__What you need to do__.
Only a slice of the listing below is wanted. Retype the lines from the one containing "burps: z.optional(z.number().check(z.int('Burps must" through the one containing "if (duration !== undefined", exactly, both ends included.
◇ ◇ ◇ ◇ ◇ ◇ ◇
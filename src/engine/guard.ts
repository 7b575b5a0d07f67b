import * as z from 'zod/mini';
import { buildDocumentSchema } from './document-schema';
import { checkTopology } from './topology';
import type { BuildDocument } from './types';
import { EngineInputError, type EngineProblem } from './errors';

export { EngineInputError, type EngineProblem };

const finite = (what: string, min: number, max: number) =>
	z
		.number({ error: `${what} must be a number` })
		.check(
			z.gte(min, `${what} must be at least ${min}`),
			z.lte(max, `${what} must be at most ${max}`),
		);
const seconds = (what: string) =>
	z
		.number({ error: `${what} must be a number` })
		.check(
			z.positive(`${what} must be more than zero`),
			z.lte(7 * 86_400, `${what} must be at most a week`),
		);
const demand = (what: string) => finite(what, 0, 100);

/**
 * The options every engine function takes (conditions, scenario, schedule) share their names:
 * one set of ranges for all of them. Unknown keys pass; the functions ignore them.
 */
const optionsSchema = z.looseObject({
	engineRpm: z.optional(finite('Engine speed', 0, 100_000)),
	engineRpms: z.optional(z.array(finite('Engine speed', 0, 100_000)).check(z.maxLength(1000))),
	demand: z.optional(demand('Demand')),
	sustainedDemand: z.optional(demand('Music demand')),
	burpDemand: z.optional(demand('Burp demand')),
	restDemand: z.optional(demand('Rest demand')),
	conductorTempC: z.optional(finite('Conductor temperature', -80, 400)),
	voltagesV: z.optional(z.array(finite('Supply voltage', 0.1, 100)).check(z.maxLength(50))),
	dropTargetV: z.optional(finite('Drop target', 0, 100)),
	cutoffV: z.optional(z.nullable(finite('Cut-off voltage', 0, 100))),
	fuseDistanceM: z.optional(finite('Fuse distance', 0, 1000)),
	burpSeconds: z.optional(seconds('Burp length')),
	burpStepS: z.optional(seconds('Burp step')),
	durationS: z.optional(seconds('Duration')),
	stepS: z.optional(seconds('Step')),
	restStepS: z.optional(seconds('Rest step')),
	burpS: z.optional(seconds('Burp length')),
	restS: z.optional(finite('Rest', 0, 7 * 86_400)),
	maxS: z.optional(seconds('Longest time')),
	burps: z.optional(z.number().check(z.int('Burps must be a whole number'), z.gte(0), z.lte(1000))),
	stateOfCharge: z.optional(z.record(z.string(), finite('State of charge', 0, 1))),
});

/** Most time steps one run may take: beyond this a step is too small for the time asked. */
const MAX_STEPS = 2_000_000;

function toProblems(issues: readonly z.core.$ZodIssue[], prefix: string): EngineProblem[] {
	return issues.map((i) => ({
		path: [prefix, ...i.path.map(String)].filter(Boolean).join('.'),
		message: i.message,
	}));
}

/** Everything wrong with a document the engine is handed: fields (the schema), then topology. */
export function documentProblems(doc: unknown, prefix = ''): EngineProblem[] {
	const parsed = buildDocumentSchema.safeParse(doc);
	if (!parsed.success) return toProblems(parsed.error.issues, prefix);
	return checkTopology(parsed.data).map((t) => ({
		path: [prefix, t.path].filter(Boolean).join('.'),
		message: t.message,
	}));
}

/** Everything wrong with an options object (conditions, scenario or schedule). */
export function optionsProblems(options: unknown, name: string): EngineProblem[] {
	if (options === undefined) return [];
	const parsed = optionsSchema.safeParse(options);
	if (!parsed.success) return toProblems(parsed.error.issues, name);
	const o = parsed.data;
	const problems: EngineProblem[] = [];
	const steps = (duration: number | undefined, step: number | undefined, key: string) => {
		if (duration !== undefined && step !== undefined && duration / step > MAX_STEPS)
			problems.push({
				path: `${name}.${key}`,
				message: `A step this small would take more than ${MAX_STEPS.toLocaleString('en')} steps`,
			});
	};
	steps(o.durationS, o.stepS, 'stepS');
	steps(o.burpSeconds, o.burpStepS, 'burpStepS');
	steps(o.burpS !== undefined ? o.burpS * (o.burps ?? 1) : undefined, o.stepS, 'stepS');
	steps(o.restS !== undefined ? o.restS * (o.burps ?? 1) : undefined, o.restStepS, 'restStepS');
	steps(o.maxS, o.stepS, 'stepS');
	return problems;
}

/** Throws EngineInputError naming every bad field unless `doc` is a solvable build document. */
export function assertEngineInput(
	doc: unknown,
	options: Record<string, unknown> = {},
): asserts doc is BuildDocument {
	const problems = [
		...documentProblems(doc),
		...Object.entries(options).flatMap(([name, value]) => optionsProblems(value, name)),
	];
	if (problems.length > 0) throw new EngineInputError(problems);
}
◇ ◇ ◇ ◇ ◇ ◇ ◇
__Answer section__.
	burps: z.optional(z.number().check(z.int('Burps must be a whole number'), z.gte(0), z.lte(1000))),
	stateOfCharge: z.optional(z.record(z.string(), finite('State of charge', 0, 1))),
});

/** Most time steps one run may take: beyond this a step is too small for the time asked. */
const MAX_STEPS = 2_000_000;

function toProblems(issues: readonly z.core.$ZodIssue[], prefix: string): EngineProblem[] {
	return issues.map((i) => ({
		path: [prefix, ...i.path.map(String)].filter(Boolean).join('.'),
		message: i.message,
	}));
}

/** Everything wrong with a document the engine is handed: fields (the schema), then topology. */
export function documentProblems(doc: unknown, prefix = ''): EngineProblem[] {
	const parsed = buildDocumentSchema.safeParse(doc);
	if (!parsed.success) return toProblems(parsed.error.issues, prefix);
	return checkTopology(parsed.data).map((t) => ({
		path: [prefix, t.path].filter(Boolean).join('.'),
		message: t.message,
	}));
}

/** Everything wrong with an options object (conditions, scenario or schedule). */
export function optionsProblems(options: unknown, name: string): EngineProblem[] {
	if (options === undefined) return [];
	const parsed = optionsSchema.safeParse(options);
	if (!parsed.success) return toProblems(parsed.error.issues, name);
	const o = parsed.data;
	const problems: EngineProblem[] = [];
	const steps = (duration: number | undefined, step: number | undefined, key: string) => {
		if (duration !== undefined && step !== undefined && duration / step > MAX_STEPS)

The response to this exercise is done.